My second horse is a 14-year-old German gelding who I bought 5 years ago.
Well, that's all for the moment.
If you have any questions just ask


----------



## rum4 (Feb 28, 2010)

Welcome to the forum and you live in a very nice small country. I have visited there several times. It is a nice beautiful country. Welcome to the forum


----------



## Bekky (Mar 15, 2010)

Thank you 
Can i ask you why you visited Luxembourg? I'm always wondering why foreigners come here, everything's so ordinary here :lol:


----------



## my2geldings (Feb 18, 2008)

Welcome to the forum


----------



## Bekky (Mar 15, 2010)

Thank you


----------



## jazzyrider (Sep 16, 2007)

hi 
welcome to the forum


----------



## farmpony84 (Apr 21, 2008)

Welcome to the forum! I visited Luxembourg about 20 years ago. It's a great little country. (I lived in Germany at the time and my grandma and I took a bus tour).


----------



## Bekky (Mar 15, 2010)

Thank you!


----------



## LoverofHorses (Jan 3, 2010)

Welcome!!!!


----------



## rum4 (Feb 28, 2010)

Bekky said:


> Thank you
> Can i ask you why you visited Luxembourg?
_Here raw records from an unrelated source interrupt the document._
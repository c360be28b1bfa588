"""Layers as cloud-optimised GeoTIFFs: one file a layer, whole or not at all.

A block of values goes through three steps that know nothing of each other: ``storage.encode`` turns
values into what is stored, ``scratch.Scratch`` collects a layer's blocks in a tiled work file, and
``finish.finish`` makes the final file of it and reads it back.
"""

from __future__ import annotations

import os
from collections.abc import Callable, Iterable, Mapping, Sequence
from contextlib import ExitStack
from logging import getLogger
from pathlib import Path
from typing import TYPE_CHECKING, Any

from numpy.typing import NDArray

from geoskew.errors import GeoskewError, InputError
from geoskew.layers import Layer
from geoskew.outputs import files
from geoskew.outputs.raster import storage as _storage
from geoskew.outputs.raster.storage import Precision

if TYPE_CHECKING:
    from geoskew.outputs.raster.scratch import Scratch
    from geoskew.region import Grid, Window

__all__ = ["CACHE_BYTES", "write_rasters"]

CACHE_BYTES = 64 * 1024 * 1024
"""What GDAL may keep of rasters in memory; its own default is a share of the machine's memory."""

_log = getLogger(__name__)


def write_rasters(
    blocks: Iterable[tuple[Window, Mapping[str, NDArray[Any]] | Callable[[], Mapping[str, NDArray[Any]]]]],
    *,
    grid: Grid,
    layers: Sequence[Layer],
    folder: Path,
    tags: Mapping[str, str],
    nodata: float | None = None,
    precision: Precision = "standard",
    compress: str = "DEFLATE",
    workers: int | None = None,
    on_progress: Callable[[str, int, int], None] | None = None,
) -> list[Path]:
    """Write ``folder/NAME.tif`` for each layer; the files appear together at the end.

    Parameters
    ----------
    blocks : iterable of (Window, mapping) or (Window, callable)
        Windows aligned to 512 cells, each once, together the whole grid; arrays of the window's
        shape by layer name: NaN = no value, classes uint8 with 255. Any order gives the same bytes. A
        callable gives them when a worker has time for the block.
    grid : Grid
    layers : sequence of Layer
    folder : Path
        An existing folder. Files of these names are replaced: ask ``files.require_free`` before.
    tags : mapping of str to str
        Tags of each file: the scenario's title, the conventions' key facts.
    nodata : float, optional
        Stored, and declared, in place of NaN; classes keep 255.
    precision : "standard" or "full"
        Rounded to a power of two, or float32 as it is.
    compress : "DEFLATE" or "ZSTD"
    workers : int, optional
        Blocks in flight, and files finished, at a time; all processors when left out. The bytes do not
        depend on it.
    on_progress : callable, optional
        Called with the phase ("cells" or "files"), what is done and what there is in all.

    Raises
    ------
    InputError
        No layer has a value anywhere; ``nodata`` is a value that a layer takes.
    OutputError
        A file could not be written, or reads back differently.
    """
    import rasterio
    from rasterio._err import CPLE_BaseError
    from rasterio.errors import RasterioError

    from geoskew.outputs.raster import pipeline

    workers = workers or os.cpu_count() or 1
    report = on_progress or (lambda phase, done, total: None)
    paths = [Path(folder) / f"{layer.name}.tif" for layer in layers]
    current = paths[0] if paths else Path(folder)

    def failing(index: int) -> None:
        nonlocal current
        current = paths[index]

    try:
        with ExitStack() as stack, rasterio.Env(GDAL_CACHEMAX=CACHE_BYTES):
            parts = [stack.enter_context(files.writing(path)) for path in paths]
            stores = [_storage.storage_of(layer, precision=precision, nodata=nodata) for layer in layers]
            scratches = _open(stack, parts, layers, stores, grid, tags)
            pipeline.fill(
                blocks, scratches, workers=workers, report=lambda cells: report("cells", cells, grid.cells)
            )
            _require_values(scratches)
            pipeline.finish_all(
                scratches,
                parts,
                compress=compress,
                workers=workers,
                failing=failing,
                report=lambda count: report("files", count, len(paths)),
            )
    except GeoskewError:
        raise
    except (RasterioError, CPLE_BaseError, OSError) as error:
        raise files.failure(current, error) from error
    return paths


def _open(
    stack: ExitStack,
    parts: Sequence[Path],
    layers: Sequence[Layer],
    stores: Sequence[_storage.Storage],
    grid: Grid,
    tags: Mapping[str, str],
) -> list[Scratch]:
    """A work file a layer, closed in any case."""
    from geoskew.outputs.raster.scratch import Scratch

    scratches = []
    for part, layer, storage in zip(parts, layers, stores, strict=True):
        scratch = Scratch(part.parent / "scratch.tif", grid=grid, layer=layer, storage=storage, tags=tags)
        stack.callback(scratch.abandon)
        scratches.append(scratch)
    return scratches


def _require_values(scratches: Sequence[Scratch]) -> None:
    """Refuse a set of files without any value; say which single layers have none."""
    empty = [scratch.layer.name for scratch in scratches if not scratch.has_values]
    if empty and len(empty) == len(scratches):
        raise InputError(
            f"no cell of the region has a value in {', '.join(empty)}: the region is out of sight of the "
            "satellites, or its outline holds no cell centre; check [region]"
        )
    if empty:
        _log.warning("no cell of the region has a value in %s", ", ".join(empty))
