"""Published contours as drawn: one list of plain lines with their levels, in one unbroken longitude.

Polygons and lines are both accepted. A polygon of a level is the area that receives at least that
level; nested areas and bands (areas with the next level cut out) mean the same and come out as the same
lines. What cannot be a contour is refused, and the message names the feature.
"""

from __future__ import annotations

from collections.abc import Iterable, Sequence
from dataclasses import dataclass
from typing import Any, Final

import numpy as np
from numpy.typing import NDArray

from geoskew.errors import InputError, Problem

LINES: Final = ("LineString", "LinearRing", "MultiLineString")
POLYGONS: Final = ("Polygon", "MultiPolygon")
# Coordinates are compared on this grid, degrees: about 1 cm, finer than any drawn contour.
PRECISION_DEG: Final = 1e-7

# Ends no further apart than this, degrees, are one point: about 10 m.
CLOSE_ENOUGH_DEG: Final = 1e-4


@dataclass(frozen=True)
class Feature:
    """One drawn feature: a shapely geometry in degrees, its level in dBW and what to call it."""

    geometry: Any
    level: float
    name: str

    def __str__(self) -> str:
        return f"{self.name} ({self.level:g} dBW)"


def features_of(
    geometries: Sequence[Any], levels: Sequence[float], names: Sequence[str] | None = None
) -> list[Feature]:
    """Pair geometries and levels, refuse what cannot be a contour, and unwrap the longitudes.

    Raises
    ------
    InputError
        With every feature that has no geometry, another kind of geometry, no level, no length or
        area, coordinates that are not degrees, or a ring that crosses itself.
    """
    if names is None:
        names = [f"feature {number}" for number in range(1, len(geometries) + 1)]
    given = [
        Feature(geometry, float(level), name)
        for geometry, level, name in zip(geometries, levels, names, strict=True)
    ]
    problems = [Problem(text) for feature in given for text in _faults(feature)]
    if problems:
        raise InputError(problems)
    if len({feature.level for feature in given}) < 2:
        raise InputError(
            f"contours: {len({feature.level for feature in given})} level; at least two levels are needed"
            " to tell how the power falls; give more contours or eirp_dbw"
        )
    return unwrap(given)


def _faults(feature: Feature) -> Iterable[str]:
    import shapely

    geometry = feature.geometry
    if not np.isfinite(feature.level):
        yield f"{feature.name}: level {feature.level} is not a number; give each contour its level in dBW"
    if geometry is None or geometry.is_empty:
        yield f"{feature}: has no geometry; delete the feature or draw it"
        return
    if geometry.geom_type not in LINES + POLYGONS:
        yield f"{feature}: is a {geometry.geom_type}; contours are lines or polygons"
        return
    coordinates = shapely.get_coordinates(geometry)
    if not np.all(np.isfinite(coordinates)):
        yield f"{feature}: has a coordinate that is not a number"
        return
    worst = coordinates[np.argmax(np.abs(coordinates).max(axis=1))]
    if np.any(np.abs(coordinates[:, 1]) > 90.0) or np.any(np.abs(coordinates[:, 0]) > 360.0):
        yield (
            f"{feature}: the coordinate ({worst[0]:g}, {worst[1]:g}) is not a longitude and a latitude in"
            " degrees; the coordinate reference system is wrong or missing: state the one it was drawn in"
        )
    elif geometry.geom_type in POLYGONS and geometry.area == 0.0:
        yield f"{feature}: encloses no area; close its ring around the area"
    elif geometry.geom_type in POLYGONS and not geometry.is_valid:
        yield f"{feature}: is not a clean polygon ({shapely.is_valid_reason(geometry)}); mend its ring"
    elif geometry.length == 0.0:
        yield f"{feature}: has no length; delete the feature"


def unwrap(features: Sequence[Feature]) -> list[Feature]:
    """Shift longitudes by whole turns so that no line jumps and all lie around one centre."""
    import shapely

    every = np.concatenate([shapely.get_coordinates(feature.geometry)[:, 0] for feature in features])
    turns = np.exp(1j * np.deg2rad(every)).sum()
    centre = float(np.rad2deg(np.angle(turns)))

    def shift(coordinates: NDArray[np.float64]) -> NDArray[np.float64]:
        longitude = np.unwrap(coordinates[:, 0], period=360.0)
        longitude = longitude - 360.0 * np.round((longitude.mean() - centre) / 360.0)
        return np.column_stack([longitude, coordinates[:, 1]])

    def whole(geometry: Any) -> Any:
        # Part by part: each ring or line is unwrapped on its own.
        if hasattr(geometry, "geoms"):
            return type(geometry)([whole(part) for part in geometry.geoms])
        if geometry.geom_type == "Polygon":
            rings = [shift(shapely.get_coordinates(ring)) for ring in geometry.interiors]
            return shapely.Polygon(shift(shapely.get_coordinates(geometry.exterior)), rings)
        return shapely.LineString(shift(shapely.get_coordinates(geometry)))

    return [Feature(whole(feature.geometry), feature.level, feature.name) for feature in features]


def lines_of(features: Sequence[Feature]) -> list[Feature]:
    """Turn drawn features into contour lines, one feature a connected line of one level.

    Raises
    ------
    InputError
        For polygons that cross each other, or a lower level drawn inside of a higher one.
    """
    import shapely

    if all(feature.geometry.geom_type in POLYGONS for feature in features):
        features = _boundaries(features)
    lines: list[Feature] = []
    for level in sorted({feature.level for feature in features}):
        same = [feature for feature in features if feature.level == level]
        drawn = shapely.union_all([_outline(feature) for feature in same], grid_size=PRECISION_DEG)
        merged = shapely.get_parts(shapely.line_merge(drawn))
        lines.extend(Feature(_closed(line), level, _drawn_by(line, same)) for line in merged)
    return lines


def _closed(line: Any) -> Any:
    """Close a line whose ends are as good as one point."""
    import shapely

    points = shapely.get_coordinates(line)
    if len(points) > 3 and 0.0 < np.hypot(*(points[-1] - points[0])) <= CLOSE_ENOUGH_DEG:
        return shapely.LineString(np.concatenate([points[:-1], points[:1]]))
    return line


def _drawn_by(line: Any, features: Sequence[Feature]) -> str:
    """Name of the feature that a merged line mostly comes from."""
    middle = line.interpolate(0.5, normalized=True)
    return min(features, key=lambda feature: float(_outline(feature).distance(middle))).name


def _outline(feature: Feature) -> Any:
    """Lines of a feature: itself, or the rings of a polygon."""
    geometry = feature.geometry
    return geometry.boundary if geometry.geom_type in POLYGONS else geometry


def _boundaries(features: Sequence[Feature]) -> list[Feature]:
    """Contour lines of polygons: the edge of the area at or above each level, without the map's edge."""
    import shapely

    snapped = [
        Feature(shapely.set_precision(feature.geometry, PRECISION_DEG), feature.level, feature.name)
        for feature in features
    ]
    _refuse_disorder(snapped)
    levels = sorted({feature.level for feature in snapped})
    areas = [
        shapely.union_all([feature.geometry for feature in snapped if feature.level >= level])
        for level in levels
    ]
    edges = [area.boundary for area in areas]
    west, south, east, north = shapely.total_bounds(areas)
    frame = shapely.box(west, south, east, north).boundary.buffer(10 * PRECISION_DEG)
    lines: list[Feature] = []
    for index, level in enumerate(levels):
        others = [edge for number, edge in enumerate(edges) if number != index]
        shared = shapely.union_all(others).buffer(10 * PRECISION_DEG)
        line = edges[index]
        # Where areas of two levels share an edge, the map ends there: it is no contour.
        if line.intersection(shared).length > 1e-4 * line.length:
            line = line.difference(shared).difference(frame)
        if not line.is_empty:
            same = [feature for feature in features if feature.level == level]
            lines.extend(Feature(part, level, _drawn_by(part, same)) for part in shapely.get_parts(line))
    return lines


def _refuse_disorder(features: Sequence[Feature]) -> None:
    """Refuse polygons that cross, and a lower level that lies within a higher one."""
    import shapely

    areas = [feature.geometry for feature in features]
    pairs = shapely.STRtree(areas).query(areas, predicate="intersects")
    problems = []
    for first, second in zip(*pairs, strict=True):
        low, high = features[first], features[second]
        if low.level >= high.level:
            continue
        common = low.geometry.intersection(high.geometry).area
        if common > (1.0 - 1e-6) * low.geometry.area:
            problems.append(
                f"{low} lies within {high}: levels out of order; the lower level encloses the higher one,"
                " so check the levels"
            )
        elif 1e-6 * high.geometry.area < common < (1.0 - 1e-6) * high.geometry.area:
            where = low.geometry.boundary.intersection(high.geometry.boundary).representative_point()
            problems.append(
                f"{low} and {high} cross near longitude {where.x:.3f}, latitude {where.y:.3f};"
                " contours of different levels never meet: mend one of them"
            )
    if problems:
        raise InputError([Problem(text) for text in problems])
I'm always wondering why foreigners come here, everything's so ordinary here :lol:


 
I was in the US Army stationed in Brussels Belgium. So it was not that far of a drive.


----------



## DutchHorse (Sep 16, 2007)

Welcome! I live very nearby in another small country: the netherlands!

You'll find that the horseforum can be quite addictive (in a positive way!)


----------



## halflinger (Mar 11, 2010)

hi bekky moien


----------